# Honeybee & killer bees



## Voodoo Royal Morphs (Mar 15, 2007)

i know how a bumblebee is bread pastel x spider but what is breed to produce a honeybee and killer bee


----------



## SuperTed (Apr 19, 2007)

simple solution for the honeybee 









=

honeybee

and 








+








=

killer bee 

hope this helps m8


----------



## Tops (Apr 26, 2007)

killerbee=superpastel spider
Honeybee = spider ghost
Queen bee = spider pastel lesser platinum
(I had to ask about the honey and queen (and she made me add this) )


----------



## Voodoo Royal Morphs (Mar 15, 2007)

Tops said:


> killerbee=superpastel spider
> Honeybee = spider ghost
> Queen bee = spider pastel lesser platinum
> (I had to ask about the honey and queen (and she made me add this) )

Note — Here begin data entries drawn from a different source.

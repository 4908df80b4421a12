"""`rdcheck predict`: spike-limit and linear predictions at every sweep point, as data, JSON and a table."""

from __future__ import annotations

import math
from collections.abc import Sequence
from dataclasses import dataclass

import numpy as np

from .case import Case
from .continuation import Boundary, Diagram, reduced_diagram, regime_boundaries
from .equilibria import baseline_hss, trace_baseline
from .linear import LinearVerdict, linear_analysis
from .model import Model
from .spike import SpikePrediction, spike_analysis

__all__ = [
    "PointPrediction",
    "predict_boundaries",
    "predict_diagram",
    "predict_case",
    "prediction_json",
    "prediction_table",
    "pulse_setup",
]


@dataclass(frozen=True)
class PointPrediction:
    """Both predictions at one sweep point."""

    params: dict[str, float]
    value: float
    hss: np.ndarray | None
    spike: SpikePrediction
    linear: LinearVerdict | None
    lost_reason: str | None = None

    @property
    def regime(self) -> str:
        """The spike-limit regime (DESIGN.md names)."""
        return self.spike.regime

    @property
    def threshold(self) -> float | None:
        """The predicted pulse height in the case's pulse direction, or None."""
        return self.spike.threshold


def pulse_setup(case: Case, model: Model) -> tuple[tuple[str, ...], int]:
    """Pulse species and sign: from `starts.pulse` (sign of its height), else every slow species, upward."""
    if case.pulse is None:
        return tuple(s for s, slow in zip(model.species, model.slow) if slow), 1
    sign = -1 if case.pulse.height is not None and case.pulse.height < 0 else 1
    return case.pulse.species, sign


def predict_case(case: Case, model: Model) -> list[PointPrediction]:
    """Follow the baseline HSS along the sweep and analyse it at every point."""
    points = case.points()
    kinetics = [model.kinetics(p, case.sweep.parameter) for p in points]
    guess = np.array([case.guess[s] for s in model.species])
    trace = trace_baseline(kinetics, guess, case.sweep.values)
    species, sign = pulse_setup(case, model)
    out = []
    for params, kin, eq, reason in zip(points, kinetics, trace.states, trace.reasons):
        spike = spike_analysis(kin, eq, species, sign)
        linear = linear_analysis(kin, eq.state, case.domain.shape, case.domain.size) if eq is not None else None
        out.append(PointPrediction(params=params, value=params[case.sweep.parameter],
                                   hss=None if eq is None else eq.state, spike=spike, linear=linear,
                                   lost_reason=reason))
    return out


def _family(case: Case, model: Model):
    name = case.sweep.parameter

    def family(p: float):
        return model.kinetics({**case.parameters, name: p}, name)

    return family


def predict_diagram(case: Case, model: Model, points: Sequence[PointPrediction]) -> Diagram | None:
    """Branches of the reduced system over the sweep (see `harness.continuation`), seeded from the points'
    HSS and local states; None for a sweep of one point or without any HSS."""
    if len(points) < 2 or all(p.hss is None for p in points):
        return None
    locals_ = [[ls.values for ls in p.spike.local_states if not ls.is_hss] for p in points]
    return reduced_diagram(_family(case, model), case.sweep.parameter, [p.value for p in points],
                           [p.hss for p in points], locals_,
                           totals=model.totals(case.guess) if len(model.conservation) else None)


def predict_boundaries(case: Case, model: Model, points: Sequence[PointPrediction],
                       diagram: Diagram | None = None) -> list[Boundary]:
    """Regime boundaries between the sweep points, at the special points of the continued branches where one
    explains the change (see `harness.continuation.regime_boundaries`); the regime between sweep points is
    the point-wise analysis of `predict_case` at the HSS continued there."""
    diagram = predict_diagram(case, model, points) if diagram is None else diagram
    if diagram is None:
        return []
    family = _family(case, model)
    species, sign = pulse_setup(case, model)
    totals = model.totals(case.guess) if len(model.conservation) else None

    def regime_at(p: float, guess: np.ndarray) -> str:
        kin = family(p)
        return spike_analysis(kin, baseline_hss(kin, guess, totals), species, sign).regime

    # step: orbits of the local dynamics (only where a local Hopf point exists): their folds can move a regime
    extra = ()
    if any(pt.kind == "hopf" and pt.branch == "local" for pt in diagram.points):
        from .periodic import cycle_fold_points, diagram_cycles

        values = [p.value for p in points]
        extra = cycle_fold_points(diagram_cycles(family, diagram, (min(values), max(values)), branches=("local",)))
    return regime_boundaries(diagram, [p.value for p in points], [p.regime for p in points],
                             [p.hss for p in points], regime_at, extra=extra)


def _boundaries_json(case: Case, model: Model, points: Sequence[PointPrediction],
                     boundaries: Sequence[Boundary] | None = None) -> dict:
    """`boundaries` for the JSON; a numerical failure of the continuation is reported, never a crash."""
    if boundaries is not None:
        return {"boundaries": [b.as_json() for b in boundaries]}
    try:
        with np.errstate(all="ignore"):
            return {"boundaries": [b.as_json() for b in predict_boundaries(case, model, points)]}
    except (ValueError, ArithmeticError, np.linalg.LinAlgError) as exc:
        return {"boundaries": [], "boundaries_error": f"continuation failed: {exc}"}


def _num(x: float | None) -> float | None:
    """A JSON-safe number: non-finite values become None."""
    if x is None:
        return None
    x = float(x)
    return x if math.isfinite(x) else None


def _point_json(model: Model, p: PointPrediction) -> dict:
    s, lin = p.spike, p.linear
    slow = [name for name, is_slow in zip(model.species, model.slow) if is_slow]
    return {
        "params": dict(p.params),
        "regime": p.regime,
        "reason": s.reason,
        "threshold": _num(s.threshold),
        "threshold_up": _num(s.threshold_up),
        "threshold_down": _num(s.threshold_down),
        "threshold_boundary": _num(s.threshold_boundary),
        "threshold_ode": _num(s.threshold_ode),
        "unbounded_above": _num(s.unbounded_above),
        "hss": None if p.hss is None else {k: float(v) for k, v in zip(model.species, p.hss)},
        "well_mixed_stable": s.well_mixed_stable,
        "spike_stable": s.spike_stable,
        "local_states": [{"values": {k: float(v) for k, v in zip(slow, ls.values)}, "stable": bool(ls.stable)}
                         for ls in s.local_states],
        "turing_unstable": bool(lin.turing_unstable) if lin else False,
        "line_turing_unstable": bool(lin.line_turing_unstable) if lin else False,
        "fastest_wavelength": _num(lin.fastest_wavelength) if lin else None,
        "domain_mode_wavelength": _num(lin.mode_wavelength) if lin else None,
        "diffusion_ratio": _num(lin.ratio) if lin else None,
        "critical_ratio_line": _num(lin.critical_ratio_line) if lin else None,
        "critical_ratio_domain": _num(lin.critical_ratio_domain) if lin else None,
        "baseline_lost": p.lost_reason,
    }


def prediction_json(case: Case, model: Model, points: Sequence[PointPrediction],
                    boundaries: Sequence[Boundary] | None = None) -> dict:
    """The `predict --json` object of DESIGN.md (`points` with `params`, `regime`, `threshold`, `hss`, ...);
    ``boundaries`` (from `predict_boundaries`) saves locating them again when the caller has them."""
    return {
        "case": case.path,
        "model": model.name,
        "sweep_parameter": case.sweep.parameter,
        "species": list(model.species),
        "slow": [bool(x) for x in model.slow],
        "split": model.split_reason,
        "conservation": [[str(c) for c in row] for row in model.conservation_exact],
        "totals": [float(t) for t in model.totals(case.guess)],
        "domain": {"shape": case.domain.shape, "size": list(case.domain.size)},
        "points": [_point_json(model, p) for p in points],
        **_boundaries_json(case, model, points, boundaries),
    }


def _fmt(x: float | None, digits: int = 4) -> str:
    if x is None or not math.isfinite(x):
        return "-"
    return f"{x:.{digits}g}"


def prediction_table(case: Case, model: Model, points: Sequence[PointPrediction]) -> str:
    """A plain-text table, one row per sweep point."""
    slow = ", ".join(s for s, flag in zip(model.species, model.slow) if flag)
    head = [f"{model.name}: sweep over {case.sweep.parameter}; slow: {slow} ({model.split_reason})"]
    if len(model.conservation_exact):
        laws = "; ".join(" + ".join(f"{c}*{s}" for c, s in zip(row, model.species) if c != 0)
                         for row in model.conservation_exact)
        head.append(f"conserved: {laws}")
    cols = [case.sweep.parameter, *model.species, "regime", "threshold", "well-mixed", "linear", "wavelength"]
    rows = []
    for p in points:
        hss = [_fmt(v) for v in p.hss] if p.hss is not None else ["-"] * model.n
        lin = p.linear
        verdict = "-" if lin is None else ("turing" if lin.turing_unstable else
                                          "unstable" if not lin.well_mixed_stable else "stable")
        wavelength = _fmt(lin.mode_wavelength) if lin is not None and lin.turing_unstable else "-"
        wm = "-" if p.spike.well_mixed_stable is None else ("stable" if p.spike.well_mixed_stable else "unstable")
        threshold = _fmt(p.threshold)
        if p.spike.unbounded_above is not None and p.threshold is None:
            threshold = f"grows>{_fmt(p.spike.unbounded_above, 3)}"
        rows.append([_fmt(p.value), *hss, p.regime, threshold, wm, verdict, wavelength])
    widths = [max(len(c), *(len(r[i]) for r in rows)) for i, c in enumerate(cols)]
    lines = [*head, "  ".join(c.ljust(w) for c, w in zip(cols, widths)),
             "  ".join("-" * w for w in widths)]
    lines += ["  ".join(v.ljust(w) for v, w in zip(r, widths)) for r in rows]
    return "\n".join(lines) + "\n"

never seen a queen bee can you get pics from who ever yopu asked please


----------



## _dave_ (Feb 8, 2007)

NERD - New England Reptile Distributors - NERD's Ball Python Collection 2

take a look


----------



## Voodoo Royal Morphs (Mar 15, 2007)

_dave_ said:


> NERD - New England Reptile Distributors - NERD's Ball Python Collection 2
> 
> take a look


you should be ashamed making me druel damn there so many amazing snakes there

i want a coral glow pastel now then how do you make one of then bet no one know that one ?


----------



## CaseyM (Nov 8, 2006)

Queen Bee













Pic from NERD


----------



## CaseyM (Nov 8, 2006)

voodoo dave said:


> you should be a shamed making me druel damn there so many amazing snakes there
> 
> i want a coral glow pastel now then how do you make one of then bet no one know that one ?


 
The coral glow pastel is orange ghost caramel albino pastel


----------



## Voodoo Royal Morphs (Mar 15, 2007)

CaseyM said:


> The coral glow pastel is orange ghost caramel albino pastel


can you be very kind and brake that down in to stages for me as in what yuo breed what to then what you breed that to please


----------



## CaseyM (Nov 8, 2006)

I can try :lol2:


The Coral Glow is a double recessive morph (think snow) 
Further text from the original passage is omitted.